Imperial College London, Hammersmith Campus, Du Cane Road, London W12 0NN, UK.
Sci Adv. 2022 Feb 11;8(6):eabk3147. doi: 10.1126/sciadv.abk3147.
Perforin is a pore-forming protein that facilitates rapid killing of pathogen-infected or cancerous cells by the immune system. Perforin is released from cytotoxic lymphocytes, together with proapoptotic granzymes, to bind to a target cell membrane where it oligomerizes and forms pores. The pores allow granzyme entry, which rapidly triggers the apoptotic death of the target cell. Here, we present a 4-Å resolution cryo-electron microscopy structure of the perforin pore, revealing previously unidentified inter- and intramolecular interactions stabilizing the assembly. During pore formation, the helix-turn-helix motif moves away from the bend in the central β sheet to form an intermolecular contact. Cryo-electron tomography shows that prepores form on the membrane surface with minimal conformational changes. Our findings suggest the sequence of conformational changes underlying oligomerization and membrane insertion, and explain how several pathogenic mutations affect function.
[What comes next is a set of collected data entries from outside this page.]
//! One whole search: rounds drawn, worked on by a crew, merged, until something says stop.

use std::sync::Arc;

use rayon::ThreadPoolBuilder;

use crate::base::random::{Purpose, stream};
use crate::descent::Region;
use crate::evaluate::Evaluator;
use crate::kernel::Kernel;
use crate::landscape::Landscape;
use crate::ledger::Identity;

use super::crew::{Gathered, Gathering, Queue};
use super::outcome::{Ending, HuntError, Observer, Outcome, RoundReport, Verdict};
use super::settings::Settings;
use super::start;
use super::state::Hunt;
use super::structure::Structure;
use super::task::{Task, TaskResult};
use super::worker::{Worker, Workshop};

/// The most entries that the closing of a hunt confirms, the lowest first.
const MOST_CLOSED: usize = 2000;

/// Rounds in flight at once.
const IN_FLIGHT: u64 = 2;

/// Hunts on a landscape until the settings or the observer say stop.
///
/// `threads` changes how long it takes and nothing else. The hunt ends after a whole round; then the lowest entries
/// that were not confirmed yet are.
///
/// # Errors
/// [`HuntError`] where threads cannot be started or a worker failed.
pub fn hunt(
    landscape: &Landscape,
    kernel: &Arc<Kernel>,
    settings: &Settings,
    threads: usize,
    observer: &mut dyn Observer,
) -> Result<Outcome, HuntError> {
    let shop = Workshop {
        kernel: kernel.clone(),
        structure: Arc::new(Structure::new(landscape)),
        region: Arc::new(Region::new(&landscape.slots, &landscape.symmetries)),
        identity: Arc::new(Identity::new(&landscape.slots, &landscape.symmetries)),
        seed: settings.seed,
        kinked: landscape.kinked,
    };
    let threads = threads.max(1);
    let pool = ThreadPoolBuilder::new()
        .num_threads(threads)
        .thread_name(|number| format!("hunt-{number}"))
        .build()
        .map_err(|error| HuntError::Threads(error.to_string()))?;
    let queue = Queue::new(threads);
    let (sender, mut gathering) = Gathering::new();
    let mut state = Hunt::new(settings.clone(), shop.structure.clone(), shop.identity.clone(), value_scale(&shop));
    let mut ended = Err(HuntError::Worker);
    pool.in_place_scope(|scope| {
        for _ in 0..threads {
            let sender = sender.clone();
            let (queue, shop) = (&queue, &shop);
            scope.spawn(move |_| Worker::new(shop).work(queue, &sender));
        }
        drop(sender);
        let mut crew = Crew { queue: &queue, gathering: &mut gathering };
        ended = crew.run(&mut state, observer);
        queue.close();
    });
    let ending = ended?;
    Ok(Outcome {
        rounds: state.rounds_merged(),
        evaluations: state.evaluations(),
        by_heuristic: state.schedule().spent(),
        confirming: state.confirming(),
        descents: state.schedule().descents(),
        troubles: state.troubles().clone(),
        ending,
        ledger: state.into_ledger(),
    })
}

/// Points at which the size of ordinary values is read.
const SCALE_POINTS: u64 = 32;

/// The size of ordinary values: the least of a few random points, since walls make others huge.
fn value_scale(shop: &Workshop) -> f64 {
    let mut evaluator = Evaluator::new(&shop.kernel);
    let sizes = (0..SCALE_POINTS).filter_map(|number| {
        let at = start::uniform(&shop.structure, &mut stream(shop.seed, 0, number, Purpose::Check));
        let value = evaluator.value_and_gradient(&at).0;
        (value.is_finite() && value != 0.0).then_some(value.abs())
    });
    sizes.fold(f64::INFINITY, f64::min)
}

struct Crew<'a> {
    queue: &'a Queue,
    gathering: &'a mut Gathering,
}

impl Crew<'_> {
    fn run(&mut self, state: &mut Hunt, observer: &mut dyn Observer) -> Result<Ending, HuntError> {
        for round in 0..IN_FLIGHT {
            self.send(round, state.draw(round));
        }
        let mut round = 0;
        let ending = loop {
            let Some(results) = self.wait(round, observer)? else { break Ending::Observer };
            if let Some(ending) = state.merge(results) {
                observer.round(&report(round, state));
                break ending;
            }
            if observer.round(&report(round, state)) == Verdict::Stop {
                break Ending::Observer;
            }
            self.send(round + IN_FLIGHT, state.draw(round + IN_FLIGHT));
            round += 1;
        };
        // What is in flight is dropped, not merged: a hunt that goes on later draws the same rounds again.
        self.queue.clear();
        self.close(state)?;
        Ok(ending)
    }

    /// Confirms the lowest entries that still wait.
    fn close(&mut self, state: &mut Hunt) -> Result<(), HuntError> {
        // A round number that no round in flight has.
        let round = state.rounds_merged() + 2 * IN_FLIGHT;
        let tasks = state.draw_closing(round, MOST_CLOSED);
        self.send(round, tasks);
        let results = loop {
            match self.gathering.wait(round) {
                Gathered::Whole(results) => break results,
                // Being asked to stop again changes nothing: the closing is short.
                Gathered::Waiting => {}
                Gathered::Lost => return Err(HuntError::Worker),
            }
        };
        state.merge_closing(results);
        Ok(())
    }

    fn send(&mut self, round: u64, tasks: Vec<Task>) {
        self.gathering.expect(round, tasks.len());
        self.queue.add(tasks);
    }

    /// The results of a round; `None` when the observer will not wait for them.
    fn wait(&mut self, round: u64, observer: &mut dyn Observer) -> Result<Option<Vec<TaskResult>>, HuntError> {
        loop {
            match self.gathering.wait(round) {
                Gathered::Whole(results) => return Ok(Some(results)),
                Gathered::Waiting if observer.idle() == Verdict::Stop => return Ok(None),
                Gathered::Waiting => {}
                Gathered::Lost => return Err(HuntError::Worker),
            }
        }
    }
}

fn report(round: u64, state: &Hunt) -> RoundReport<'_> {
    RoundReport {
        round,
        evaluations: state.evaluations(),
        by_heuristic: state.schedule().spent(),
        confirming: state.confirming(),
        descents: state.schedule().descents(),
        shares: state.schedule().shares(),
        ways: state.ways(),
        ledger: state.ledger(),
        troubles: state.troubles(),
    }
}
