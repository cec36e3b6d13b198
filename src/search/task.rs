//! The unit of work: one descent from a proposal, or one confirmation.

use std::sync::Arc;

use crate::ledger::{Candidate, Confirmed, EntryId};

use super::moves::Move;
use super::settings::Heuristic;

/// One piece of a round.
#[derive(Clone, Debug)]
pub struct Task {
    /// The round.
    pub round: u64,
    /// Its place in the round.
    pub number: u64,
    /// What to do.
    pub work: Work,
}

/// What a task does.
#[derive(Clone, Debug)]
pub enum Work {
    /// Make a start and descend from it.
    Descend {
        /// On whose account.
        heuristic: Heuristic,
        /// How the start is made.
        proposal: Proposal,
        /// The heuristic's own mark, given back with the result (a chain's number, say).
        mark: u64,
        /// Whether empty places of a cloud are to be filled after the descent.
        fill: bool,
        /// The descent is abandoned once no value below this is in sight.
        ceiling: f64,
    },
    /// Polish a converged point and test its stiffness.
    Confirm {
        /// The entry that it stands for.
        entry: EntryId,
        /// The point.
        at: Arc<[f64]>,
    },
}

/// How a start is made, from the task's own random stream.
#[derive(Clone, Debug)]
pub enum Proposal {
    /// This point.
    Point(Arc<[f64]>),
    /// Uniform in the start region.
    Uniform,
    /// The n-th point of a low-discrepancy sequence in the start region.
    Spread(u64),
    /// A move away from a minimum.
    Moved {
        /// The minimum.
        from: Arc<[f64]>,
        /// The move.
        kind: Move,
        /// Its size relative to the scale of the unknowns, for moves that have one.
        step: f64,
    },
    /// The points of clouds by a random point group.
    Symmetric {
        /// A low minimum that tells usual sizes.
        model: Option<Arc<[f64]>>,
    },
    /// Two clouds, cut and spliced.
    Spliced {
        /// One parent.
        mother: Arc<[f64]>,
        /// The other.
        father: Arc<[f64]>,
    },
    /// The end of an annealing chain.
    Annealed {
        /// Where it starts; a uniform start where there is none.
        from: Option<Arc<[f64]>>,
        /// Evaluations of the chain.
        evaluations: u64,
    },
}

/// What became of a task.
#[derive(Clone, Debug)]
pub struct TaskResult {
    /// The task's round.
    pub round: u64,
    /// The task's place in the round.
    pub number: u64,
    /// Evaluations spent; a matrix of second derivatives counts as many as there are unknowns.
    pub evaluations: u64,
    /// Those of them that were outside the landscape.
    pub outside: u64,
    /// The first point outside.
    pub first_outside: Option<Vec<f64>>,
    /// Fillings of empty places that were tried, and those that moved a point.
    pub fillings: (u32, u32),
    /// What came of it.
    pub finding: Finding,
}

/// What a task found.
#[derive(Clone, Debug)]
pub enum Finding {
    /// A descent converged.
    Met {
        /// On whose account.
        heuristic: Heuristic,
        /// The heuristic's own mark.
        mark: u64,
        /// Where it ended.
        candidate: Candidate,
    },
    /// A descent did not converge.
    Lost {
        /// On whose account.
        heuristic: Heuristic,
        /// The heuristic's own mark.
        mark: u64,
        /// Why.
        reason: Lost,
    },
    /// A converged point passed the polish and the stiffness test, or the point that it led to did.
    Confirmed {
        /// The entry it was for.
        entry: EntryId,
        /// The polished minimum.
        confirmed: Confirmed,
        /// How many saddles were left on the way.
        saddles: u64,
    },
    /// The point is no minimum, and led to none.
    Dismissed {
        /// The entry it was for.
        entry: EntryId,
    },
}

/// Why a descent found nothing.
#[derive(Clone, Copy, Debug, PartialEq, Eq)]
pub enum Lost {
    /// Its start lay outside the landscape.
    Outside,
    /// It ran out of its evaluations.
    OutOfBudget,
    /// No step went down, though the gradient had not vanished.
    Stalled,
    /// No value was in sight that its heuristic could use.
    Abandoned,
}
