//! Points to start from: uniform, or spread evenly.

use rand::{Rng, RngExt};

use super::structure::{Cloud, Structure};

/// A point drawn uniformly from the start region.
pub fn uniform(structure: &Structure, rng: &mut impl Rng) -> Vec<f64> {
    structure
        .start_lower
        .iter()
        .zip(&structure.start_upper)
        .map(|(lower, upper)| lower + (upper - lower) * rng.random::<f64>())
        .collect()
}

/// Beyond this many unknowns a point of the sequence is drawn uniformly: its even spread would need more starts than
/// any hunt makes, and its factors crowd towards 1.
const MAX_SPREAD: usize = 12;

/// Point `number` of the additive sequence with the generalised golden ratio of the dimension, shifted at random by
/// `offsets` (a randomised Kronecker sequence, Weyl 1916; this choice of factors is common practice in quasi-Monte Carlo work).
///
/// The random stream serves where there are more than 12 unknowns.
pub fn spread(structure: &Structure, number: u64, offsets: &mut impl Rng, rng: &mut impl Rng) -> Vec<f64> {
    let n = structure.n_unknowns();
    if n > MAX_SPREAD {
        return uniform(structure, rng);
    }
    let ratio = golden(n);
    let mut factor = 1.0;
    (0..n)
        .map(|slot| {
            factor /= ratio;
            let turn = offsets.random::<f64>() + factor * (number + 1) as f64;
            let fraction = turn - turn.floor();
            structure.start_lower[slot] + (structure.start_upper[slot] - structure.start_lower[slot]) * fraction
        })
        .collect()
}

/// The positive root of `x^(n+1) = x + 1`, by Newton steps from 2 (convex, so they fall towards it).
fn golden(n: usize) -> f64 {
    let mut x = 2.0_f64;
    for _ in 0..64 {
        let power = (0..n).fold(1.0, |power, _| power * x);
        x -= (power * x - x - 1.0) / ((n + 1) as f64 * power - 1.0);
    }
    x
}

/// Moves the rows of a cloud so that their centroid stands in the middle of the start region.
pub fn centre(structure: &Structure, cloud: &Cloud, at: &mut [f64]) {
    for k in 0..cloud.dimensions {
        let slots = || cloud.rows.iter().map(|row| row[k]);
        let n_rows = cloud.rows.len() as f64;
        let mean = slots().map(|slot| at[slot]).sum::<f64>() / n_rows;
        let middle =
            slots().map(|slot| 0.5 * (structure.start_lower[slot] + structure.start_upper[slot])).sum::<f64>() / n_rows;
        slots().for_each(|slot| at[slot] += middle - mean);
    }
}

#[cfg(test)]
mod tests {
    use super::*;
    use crate::base::random::{Purpose, stream};

    fn square(n: usize) -> Structure {
        Structure {
            start_lower: vec![0.0; n],
            start_upper: vec![1.0; n],
            lower: vec![0.0; n],
            upper: vec![1.0; n],
            scale: vec![1.0; n],
            cyclic: vec![false; n],
            clouds: Vec::new(),
            exchanges: Vec::new(),
        }
    }

    #[test]
    fn golden_ratios() {
        assert!((golden(1) - 1.618033988749895).abs() < 1e-15);
        assert!((golden(2) - 1.324717957244746).abs() < 1e-15);
    }

    /// 64 points of the sequence hit far more of 64 equal cells than the 63.5 % that uniform points do.
    #[test]
    fn spread_points_are_spread() {
        let structure = square(2);
        let mut cells = std::collections::BTreeSet::new();
        for number in 0..64 {
            let mut offsets = stream(1, 0, 0, Purpose::Round);
            let mut rng = stream(1, 0, number, Purpose::Task);
            let point = spread(&structure, number, &mut offsets, &mut rng);
            cells.insert(((point[0] * 8.0) as usize, (point[1] * 8.0) as usize));
        }
        assert!(cells.len() >= 48, "only {} cells", cells.len());
    }

    #[test]
    fn uniform_points_stay_in_the_region() {
        let mut structure = square(3);
        structure.start_lower = vec![-2.0, 5.0, 0.0];
        structure.start_upper = vec![-1.0, 5.5, 1e9];
        let mut rng = stream(7, 0, 0, Purpose::Survey);
        for _ in 0..1000 {
            let point = uniform(&structure, &mut rng);
            for (slot, x) in point.iter().enumerate() {
                assert!(structure.start_lower[slot] <= *x && *x <= structure.start_upper[slot]);
            }
        }
    }
}
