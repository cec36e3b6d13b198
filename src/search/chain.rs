//! `hop`: perturb a minimum, descend, accept by temperature (Li and Scheraga 1987; Wales and Doye 1997).
//!
//! Several chains go side by side. They differ in temperature, because no one temperature serves rugged clouds and
//! separable landscapes alike: some chains accept downhill steps only. Temperatures are multiples of the usual
//! difference in value between neighbouring minima, which is measured as the hunt goes on, so that no unit of the
//! objective matters. A chain that has found nothing lower for long starts again somewhere else.
//!
//! A share of the steps starts not from a chain but from a minimum of the ledger that few steps have started from:
//! that is what finds the many minima beside the low ones.

use std::sync::Arc;

use rand::{Rng, RngExt};

use crate::ledger::{EntryId, Ledger};
use crate::numbers::functions;

use super::moves::Move;
use super::structure::Structure;
use super::task::Proposal;

/// Temperatures of successive chains, in units of the usual difference.
const TEMPERATURES: [f64; 4] = [0.3, 0.0, 0.15, 0.6];

/// The share of steps from under-visited minima of the ledger.
const LEDGER_SHARE: f64 = 0.25;

/// How many minima of the ledger are drawn to choose the least visited among them.
const CONTENDERS: usize = 8;

/// The share of accepted steps that the step size is adapted to.
const TARGET_ACCEPTANCE: f64 = 0.45;

/// The range of the adapted step.
const STEP_RANGE: (f64, f64) = (1e-3, 0.45);

/// The mark of a step that belongs to no chain.
const NO_CHAIN: u64 = u64::MAX;

/// All chains, and the count of departures from the minima of the ledger.
#[derive(Clone, Debug)]
pub struct Chains {
    chains: Vec<Chain>,
    moves: Vec<(Move, f64)>,
    first_step: f64,
    patience: u32,
    usual_difference: Option<f64>,
    departures: Vec<Departure>,
}

#[derive(Clone, Debug)]
struct Chain {
    temperature: f64,
    step: f64,
    place: Option<Place>,
    lowest: f64,
    idle: u32,
    last_move: Option<Move>,
}

#[derive(Clone, Debug)]
struct Place {
    value: f64,
    at: Arc<[f64]>,
    entry: EntryId,
}

#[derive(Clone, Debug)]
struct Departure {
    entry: EntryId,
    count: u32,
}

impl Chains {
    /// Chains for a landscape of this structure; none has started.
    pub fn new(structure: &Structure) -> Self {
        let n_rows = structure.clouds.iter().map(|cloud| cloud.rows.len()).max();
        Chains {
            chains: Vec::new(),
            moves: Move::available(structure),
            first_step: if n_rows.is_some() { 0.07 } else { 0.1 },
            patience: match n_rows {
                Some(n_rows) => 60 + 4 * n_rows as u32,
                None => (100 + 20 * structure.n_unknowns() as u32).min(600),
            },
            usual_difference: None,
            departures: Vec::new(),
        }
    }

    /// The next step of a round: a proposal and the mark that comes back with its result. `turn` counts the hop steps
    /// of this round; even and odd rounds have chains of their own, since a round does not see the one before it.
    pub fn propose(&mut self, round: u64, turn: u64, ledger: &Ledger, rng: &mut impl Rng) -> (Proposal, u64) {
        if !self.departures.is_empty()
            && rng.random::<f64>() < LEDGER_SHARE
            && let Some(proposal) = self.depart(ledger, rng)
        {
            return (proposal, NO_CHAIN);
        }
        let number = (2 * turn + round % 2) as usize;
        while self.chains.len() <= number {
            // Even and odd chains run through the temperatures alike.
            let temperature = TEMPERATURES[self.chains.len() / 2 % TEMPERATURES.len()];
            self.chains.push(Chain {
                temperature,
                step: self.first_step,
                place: None,
                lowest: f64::INFINITY,
                idle: 0,
                last_move: None,
            });
        }
        let kind = draw_move(&self.moves, rng);
        let chain = &mut self.chains[number];
        let proposal = match &chain.place {
            None => Proposal::Uniform,
            Some(place) => Proposal::Moved { from: place.at.clone(), kind, step: chain.step },
        };
        chain.last_move = chain.place.as_ref().map(|_| kind);
        (proposal, number as u64)
    }

    /// A minimum was met, by whomever: it may be departed from.
    pub fn met_new(&mut self, entry: EntryId) {
        self.departures.push(Departure { entry, count: 0 });
    }

    /// The result of a chain's step.
    pub fn arrive(&mut self, mark: u64, value: f64, at: &Arc<[f64]>, entry: EntryId, rng: &mut impl Rng) {
        let Some(chain) = self.chains.get_mut(mark as usize) else { return };
        let Some(place) = &chain.place else {
            chain.place = Some(Place { value, at: at.clone(), entry });
            chain.lowest = value;
            chain.idle = 0;
            return;
        };
        let rise = value - place.value;
        let returned = entry == place.entry;
        if !returned {
            // The running median of the differences: a step up or down by 5 % for each that lies above or below it.
            let usual = self.usual_difference.get_or_insert(rise.abs());
            *usual *= if rise.abs() > *usual { 1.05 } else { 1.0 / 1.05 };
        }
        let temperature = chain.temperature * self.usual_difference.unwrap_or(0.0);
        let accepted = rise <= 0.0
            || returned
            || (temperature > 0.0 && rng.random::<f64>() < functions::exponential(-rise / temperature));
        if chain.last_move.is_some_and(Move::has_step) {
            // In balance when the share of accepted steps is the target.
            let (up, down) = (1.0 + 0.1 * (1.0 - TARGET_ACCEPTANCE), 1.0 - 0.1 * TARGET_ACCEPTANCE);
            chain.step = (chain.step * if accepted { up } else { down }).clamp(STEP_RANGE.0, STEP_RANGE.1);
        }
        if accepted && !returned {
            chain.place = Some(Place { value, at: at.clone(), entry });
        }
        if value < chain.lowest && !returned {
            chain.lowest = value;
            chain.idle = 0;
        } else {
            self.grow_idle(mark);
        }
    }

    /// A chain's step led nowhere.
    pub fn fail(&mut self, mark: u64) {
        self.grow_idle(mark);
    }

    fn grow_idle(&mut self, mark: u64) {
        let (patience, first_step) = (self.patience, self.first_step);
        let Some(chain) = self.chains.get_mut(mark as usize) else { return };
        chain.idle += 1;
        if chain.idle > patience {
            *chain = Chain {
                place: None,
                lowest: f64::INFINITY,
                idle: 0,
                step: first_step,
                last_move: None,
                temperature: chain.temperature,
            };
        }
    }

    /// A step from the least departed-from of a few minima of the ledger.
    fn depart(&mut self, ledger: &Ledger, rng: &mut impl Rng) -> Option<Proposal> {
        let n = self.departures.len();
        let mut chosen = rng.random_range(0..n);
        for _ in 1..CONTENDERS {
            let other = rng.random_range(0..n);
            if self.departures[other].count < self.departures[chosen].count {
                chosen = other;
            }
        }
        self.departures[chosen].count += 1;
        let from = ledger.point(self.departures[chosen].entry)?;
        let kind = draw_move(&self.moves, rng);
        // Steps of several sizes: the best size for leaving a minimum is its own.
        let step = self.first_step * (0.5 + 1.5 * rng.random::<f64>());
        Some(Proposal::Moved { from, kind, step })
    }
}

fn draw_move(moves: &[(Move, f64)], rng: &mut impl Rng) -> Move {
    let mut draw = rng.random::<f64>();
    for &(kind, share) in moves {
        if draw < share {
            return kind;
        }
        draw -= share;
    }
    moves[0].0
}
穿孔素是一种形成孔道的蛋白质,可促进免疫系统快速杀死病原体感染的细胞或癌细胞。穿孔素与促凋亡颗粒酶一起从细胞毒性淋巴细胞中释放出来,与靶细胞膜结合,在那里它寡聚并形成孔道。这些孔道允许颗粒酶进入,从而迅速触发靶细胞的凋亡死亡。在这里,我们展示了穿孔素孔道的4埃分辨率冷冻电子显微镜结构,揭示了以前未发现的稳定组装的分子间和分子内相互作用。在孔道形成过程中,螺旋-转角-螺旋基序从中央β折叠的弯曲处移开,形成分子间接触。冷冻电子断层扫描显示,前孔在膜表面形成,构象变化最小。我们的研究结果表明了寡聚化和膜插入背后的构象变化顺序,并解释了几种致病突变如何影响功能。